One of the first rules of journalism is that the story isn't about you. It's never about you. Your job, if you're doing it right, is to get out of the way.
But here's Pelley, during his lengthy, self-pitying lament, trying to convince us all that he doesn't care about himself. Oh, no. He cares about the little people he's left behind — the ones who aren't famous, who don't make his reported $7 million annual salary, and who are now more screwed than they were before Pelley opened his mouth.
'I don't care about me. It's not about me,' Pelley said, in this one-on-one profile about him.
'I am not emotional about this because I have lost this job,' he continued. 'I've done it for a long time. I've had the greatest experiences. But the people I leave behind, treated in this way? That breaks my heart, and it's going to take me a long time to get over it.'
Please. This is corporate America, where this stuff happens every day.
So weep not for Pelley, even as he tears up more than once during this interview.

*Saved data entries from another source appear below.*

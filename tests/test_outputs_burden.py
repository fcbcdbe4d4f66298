"""Report, figures and CSV for uncertainty, attributable cases by stratum
and scenario, the width of the interval by source, and several outcomes
side by side (issue 5).

Results come from the real pipeline on invented inputs. What is drawn and
printed must equal the numbers in the results object; the percentile
interval and the histogram are recomputed from the draws with numpy
(reference library), and the totals are checked against their definitions
in the issue (total PAF = total attributable / total cases).
"""

from __future__ import annotations

import matplotlib

matplotlib.use("Agg")

import csv
import io
from html import escape

import matplotlib.pyplot as plt
import numpy as np
import pytest
from scipy import stats
from test_outputs_cases import (
    STRATA,
    STRATA_2,
    STUDY,
    UNIT,
    html_tables,
    measurements_csv,
    run_pipeline,
    table_with,
)
from test_outputs_tables import as_csv

from doseattr.outputs import gallery, tables
from doseattr.outputs.burden_figures import OWN_MARK, OWN_NOTE
from doseattr.outputs.burden_report import cases
from doseattr.outputs.markup import estimate_text, interval, num, pct
from doseattr.outputs.report import render_report

DRAWS = 200
SCENARIOS = [{"name": "Cap 40", "cap": 40.0}, {"name": "Cut <25%>", "scale": 0.75}]
STUDY_2 = """\
lower,upper,rr,ci_lower,ci_upper,cases,controls
0,10,1,,,80,400
10,20,1.30,0.95,1.78,70,250
20,40,1.75,1.25,2.45,66,180
40,,2.60,1.70,3.98,40,70
"""


def base(**more) -> dict:
    return {"unit": UNIT, "exposure": {"table": "values.csv", "family": "lognormal"},
            "attribution": {"minimum_risk": [3.0, 7.0]}, "scenario": SCENARIOS,
            "uncertainty": {"draws": DRAWS, "seed": 7}, **more}


CURVE = {"table": "study.csv", "design": "case-control", "model": "log-linear"}


@pytest.fixture(scope="module")
def single(tmp_path_factory):
    """One curve, strata with cases (two with their own exposure)."""
    folder = tmp_path_factory.mktemp("single")
    return run_pipeline(folder, base(curve=CURVE, burden={"table": "strata.csv"}),
                        {"study.csv": STUDY, "values.csv": measurements_csv(),
                         "strata.csv": STRATA})


@pytest.fixture(scope="module")
def outcomes(tmp_path_factory):
    """Two outcomes, each with its own curve and strata."""
    folder = tmp_path_factory.mktemp("outcomes")
    return run_pipeline(folder, base(outcome=[
        {"name": "Bronchitis", "curve": CURVE, "burden": {"table": "strata.csv"}},
        {"name": "Asthma & wheeze", "curve": {**CURVE, "table": "study2.csv"},
         "burden": {"table": "strata2.csv"}}]),
        {"study.csv": STUDY, "study2.csv": STUDY_2, "values.csv": measurements_csv(),
         "strata.csv": STRATA, "strata2.csv": STRATA_2})


@pytest.fixture(autouse=True)
def _close_figures():
    yield
    plt.close("all")


def test_paf_draws_histogram(single):
    """The histogram holds every draw of results.propagation (40 bins, as
    numpy.histogram of the same draws in percent gives them); the marked
    limits are the 2.5th and 97.5th percentiles, which numpy.percentile of
    the draws reproduces."""
    draws = np.asarray(single.propagation.paf[0], float)
    assert draws.shape == (DRAWS,)
    ax = gallery._paf_draws(single.uncertainty, single.paf).axes[0]
    bars = [p for p in ax.patches if p.get_gid() == "draws-hist"]
    counts, _ = np.histogram(100 * draws, bins=40)
    np.testing.assert_array_equal([p.get_height() for p in bars], counts)
    lo, hi = np.percentile(draws, [2.5, 97.5])
    assert single.paf.lower == pytest.approx(lo, rel=1e-12)
    assert single.paf.upper == pytest.approx(hi, rel=1e-12)
    vlines = sorted(ln.get_xdata()[0] for ln in ax.get_lines())
    np.testing.assert_allclose(vlines, sorted(100 * np.array([lo, single.paf.estimate, hi])),
                               rtol=1e-12)


def whiskers(ax, prefix):
    """``[(lower, upper)]`` of the interval whiskers, top bar first."""
    coll = [c for c in ax.collections if c.get_gid() == f"{prefix}-whiskers"]
    assert len(coll) == 1
    segs = sorted(coll[0].get_segments(), key=lambda s: -s[0][1])
    return [(s[0][0], s[1][0]) for s in segs]


def bar_widths(ax, prefix):
    bars = sorted((p for p in ax.patches if p.get_gid() == f"{prefix}-bars"),
                  key=lambda p: -p.get_y())
    return [p.get_width() for p in bars]


def test_burden_figure_bars_and_whiskers(outcomes):
    """One row per outcome: attributable cases per stratum with their
    interval (left); all attributable and each scenario's averted cases in
    total with intervals (right). Every number is the results'."""
    figure = gallery._burden(outcomes.burden_blocks)
    axes = [ax for ax in figure.axes if ax.get_visible()]
    assert len(axes) == 4
    for (left, right), (name, o) in zip(zip(axes[::2], axes[1::2]), outcomes.outcomes):
        strata = o.burden.strata
        assert name in left.get_title()
        assert [t.get_text().removesuffix(f" {OWN_MARK}") for t in left.get_yticklabels()] == [
            s.stratum for s in strata]
        assert bar_widths(left, "strata") == [s.attributable.estimate for s in strata]
        assert whiskers(left, "strata") == [(s.attributable.lower, s.attributable.upper)
                                            for s in strata]
        total = o.burden.total
        expected = [total.attributable] + [s.averted for s in total.scenarios]
        assert bar_widths(right, "scenario") == [e.estimate for e in expected]
        assert whiskers(right, "scenario") == [(e.lower, e.upper) for e in expected]
        assert [t.get_text() for t in right.get_yticklabels()][1:] == [
            s["name"] for s in SCENARIOS]


def own_exposure_strata(text: str) -> list[str]:
    """Strata of a burden table that give their own exposure: those with
    values in the gm and gsd columns (the burden table's rule, read with
    the standard library's csv module)."""
    import csv
    import io

    lines = [ln for ln in text.splitlines() if not ln.startswith("#")]
    return [r["stratum"] for r in csv.DictReader(io.StringIO("\n".join(lines)))
            if (r.get("gm") or "").strip() and (r.get("gsd") or "").strip()]


def marked_strata(ax) -> list[str]:
    return [t.get_text().removesuffix(f" {OWN_MARK}") for t in ax.get_yticklabels()
            if t.get_text().endswith(f" {OWN_MARK}")]


def test_burden_figure_marks_strata_with_their_own_exposure(outcomes):
    """Exactly the strata whose row in the burden table gives gm and gsd
    carry the mark, and the legend explains it; the second outcome's table
    has no exposure columns, so its panel has neither."""
    figure = gallery._burden(outcomes.burden_blocks)
    left = [ax for ax in figure.axes if ax.get_visible()][::2]
    assert marked_strata(left[0]) == own_exposure_strata(STRATA) == ["South <b>",
                                                                     "East & hills"]
    assert [t.get_text() for t in left[0].get_legend().get_texts()] == [OWN_NOTE]
    assert marked_strata(left[1]) == own_exposure_strata(STRATA_2) == []
    assert left[1].get_legend() is None


def test_demo_burden_figure_marks_quarryside():
    """The bundled demo: data_demo/districts.csv gives Quarryside (only)
    its own GM and GSD, so only Quarryside is marked."""
    from pathlib import Path

    import doseattr

    demo = Path(__file__).resolve().parent.parent / "data_demo"
    r = doseattr.run_analysis(doseattr.load_analysis(demo / "analysis.toml"))
    figure = gallery._burden(r.burden_blocks)
    strata_ax = figure.axes[0]
    own = own_exposure_strata((demo / "districts.csv").read_text(encoding="utf-8"))
    assert own == ["Quarryside"]
    assert marked_strata(strata_ax) == own
    assert [t.get_text() for t in strata_ax.get_legend().get_texts()] == [OWN_NOTE]


def test_strata_table_with_intervals(single):
    """Cases, attributable cases and PAF with their intervals, per stratum
    and in total; the total PAF is the total attributable over the total
    cases (definition in the issue), and the totals' point estimates are the
    sums of the strata's."""
    b = single.burden
    html = render_report(single, figures=False)
    header, rows = table_with(html, "attributable cases by stratum")
    # the table has a population column, so every count also has its rate (issue 11)
    assert header == ["Stratum", "Cases", "Attributable cases", "95% interval",
                      "Attributable per 100,000 (95% interval)", "PAF", "95% interval",
                      "Exposure"]
    for row, (label, s) in zip(rows, [(s.stratum, s) for s in b.strata] + [("Total", b.total)]):
        att, paf = s.attributable, s.paf
        assert s.attributable_rate is not None and s.population is not None
        assert s.attributable_rate.estimate == pytest.approx(
            att.estimate / s.population * 1e5, rel=1e-12)
        assert row[:4] + row[5:-1] == [label, cases(s.cases), cases(att.estimate),
                            interval(att.lower, att.upper, cases), pct(paf.estimate),
                            interval(paf.lower, paf.upper)]
        assert paf.lower < paf.estimate < paf.upper
    t = b.total
    assert t.attributable.estimate == pytest.approx(
        sum(s.attributable.estimate for s in b.strata), rel=1e-12)
    assert t.paf.estimate == pytest.approx(t.attributable.estimate / t.cases, rel=1e-12)


def test_strata_table_names_each_strata_exposure(single):
    """The strata of STRATA with gm and gsd (read back with the csv module)
    show them with their mean exposure, checked against scipy.stats.lognorm
    (reference library; no unexposed share here); the others say "shared",
    and one sentence under the table names the strata with their own."""
    html = render_report(single, figures=False)
    _, rows = table_with(html, "attributable cases by stratum")
    cells = {r[0]: r[-1] for r in rows}
    given = list(csv.DictReader(io.StringIO(STRATA)))
    own = [r["stratum"] for r in given if r["gm"]]
    assert len(own) == 2
    for r in given:
        if not r["gm"]:
            assert cells[r["stratum"]] == "shared"
            continue
        gm, gsd = float(r["gm"]), float(r["gsd"])
        mean = stats.lognorm(s=np.log(gsd), scale=gm).mean()
        assert cells[r["stratum"]] == (f"own: GM {num(gm)} {UNIT}, GSD {num(gsd)}; "
                                       f"mean exposure {num(mean)} {UNIT}")
    sentence = (f"{own[0]} and {own[1]} had their own exposure descriptions in the burden "
                "table and the other strata use the shared exposure distribution")
    assert escape(sentence) in html
    assert "South &lt;b&gt;" in html and "South <b>" not in html


def test_scenario_table_by_stratum(single):
    """Every stratum's PIF and cases averted per scenario, with intervals,
    exactly as in the results; user text is escaped."""
    b = single.burden
    html = render_report(single, figures=False)
    header, rows = table_with(html, "cases averted by each scenario")
    names = [s["name"] for s in SCENARIOS]
    assert header == ["Stratum"] + [f"{n}: {w}" for n in names for w in ("PIF",
                                                                          "cases averted")]
    records = [(s.stratum, s) for s in b.strata] + [("Total", b.total)]
    for row, (label, r) in zip(rows, records):
        assert [e.name for e in r.scenarios] == names
        expected = [label]
        for e in r.scenarios:
            expected += [estimate_text(e.pif), estimate_text(e.averted, cases)]
        assert row == expected
    assert "Cut &lt;25%&gt;" in html and "Cut <25%>" not in html


def test_every_fraction_table_has_intervals(single):
    """Key numbers, the scenarios of the attribution section, the
    uncertainty table and the continuous row of the categorical comparison
    all carry the 95% interval of the results."""
    html = render_report(single, figures=False)
    paf = interval(single.paf.lower, single.paf.upper)
    found = html_tables(html)
    key = next(r for c, h, r in found if h[:2] == ["Quantity", "Estimate"])
    assert key[0][2] == paf
    for row, s in zip(key[1:], single.scenarios):
        assert row[2] == interval(s.pif.lower, s.pif.upper)
    _, rows = table_with(html, "Scenarios")
    assert [r[3] for r in rows] == [interval(s.pif.lower, s.pif.upper)
                                    for s in single.scenarios]
    _, rows = table_with(html, "Categorical against continuous PAF")
    assert rows[-1][1] == estimate_text(single.paf)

Despite his emotional rantings, make no mistake: CBS News is in a losing business, and 60 Minutes, which Pelley holds up as the lodestar of television journalism, hasn't been good, relevant or dangerous since the days of Mike Wallace.
When you've got Dan Rather over at '60' questioning then-President Bush's military service using falsified documents (Rather claimed he didn't know), or Lesley Stahl insisting to Donald Trump that the Hunter Biden laptop 'can't be verified,' or Bill Whitaker having his Kamala Harris interview edited to make her sound more cogent — well, '60' has been a problem for decades.
So what is Pelley talking about, really?
As it turns out, those little people Pelley left behind after his rant — one imagines he fancies himself as someone akin to Peter Finch as Howard Beale in Network, ranting, 'I'm mad as hell and I'm not going to take this anymore!' — well, they're not that impressed.
Nor are they thankful.
'What did he accomplish?' a CBS News source griped to the New York Post. 'He embarrassed the company and the leadership... This was Scott going off for show. This was just a show. He wants to stand up for journalism and maybe get fired, but what does it change?'
Exactly. A second source called Pelley's vocal outrage 'problematic,' adding that his 'grandstanding thing is insane… You're not taking down a dictator or someone who has committed war crimes. You're not interviewing Saddam Hussein. It was a little bit overkill.'
As are Pelley's claims that, as a journalist who has embedded in war zones, he is equal to actual combat veterans.
Shades of disgraced former NBC anchor Brian Williams, himself a conceited blowhard, who told lies about having flown into Iraq on a US army chopper that was hit and forced down by an enemy RPG.
Inspiration taken, perhaps, from Hillary Clinton and her lie about taking incoming sniper fire on an airstrip in Bosnia — disproved by actual video of her walking, calmly and definitely not dodging gunfire, on said airstrip.
'I've been in combat for this country,' Pelley said, 'in Afghanistan and Iraq, Kuwait. I've been shot at, spent nights in foxholes filling up with water in the desert.'
The unmitigated gall of Scott Pelley, a vainglorious television reporter who volunteered to embed in war zones, to compare himself to the men and women who put their lives on the line for this country.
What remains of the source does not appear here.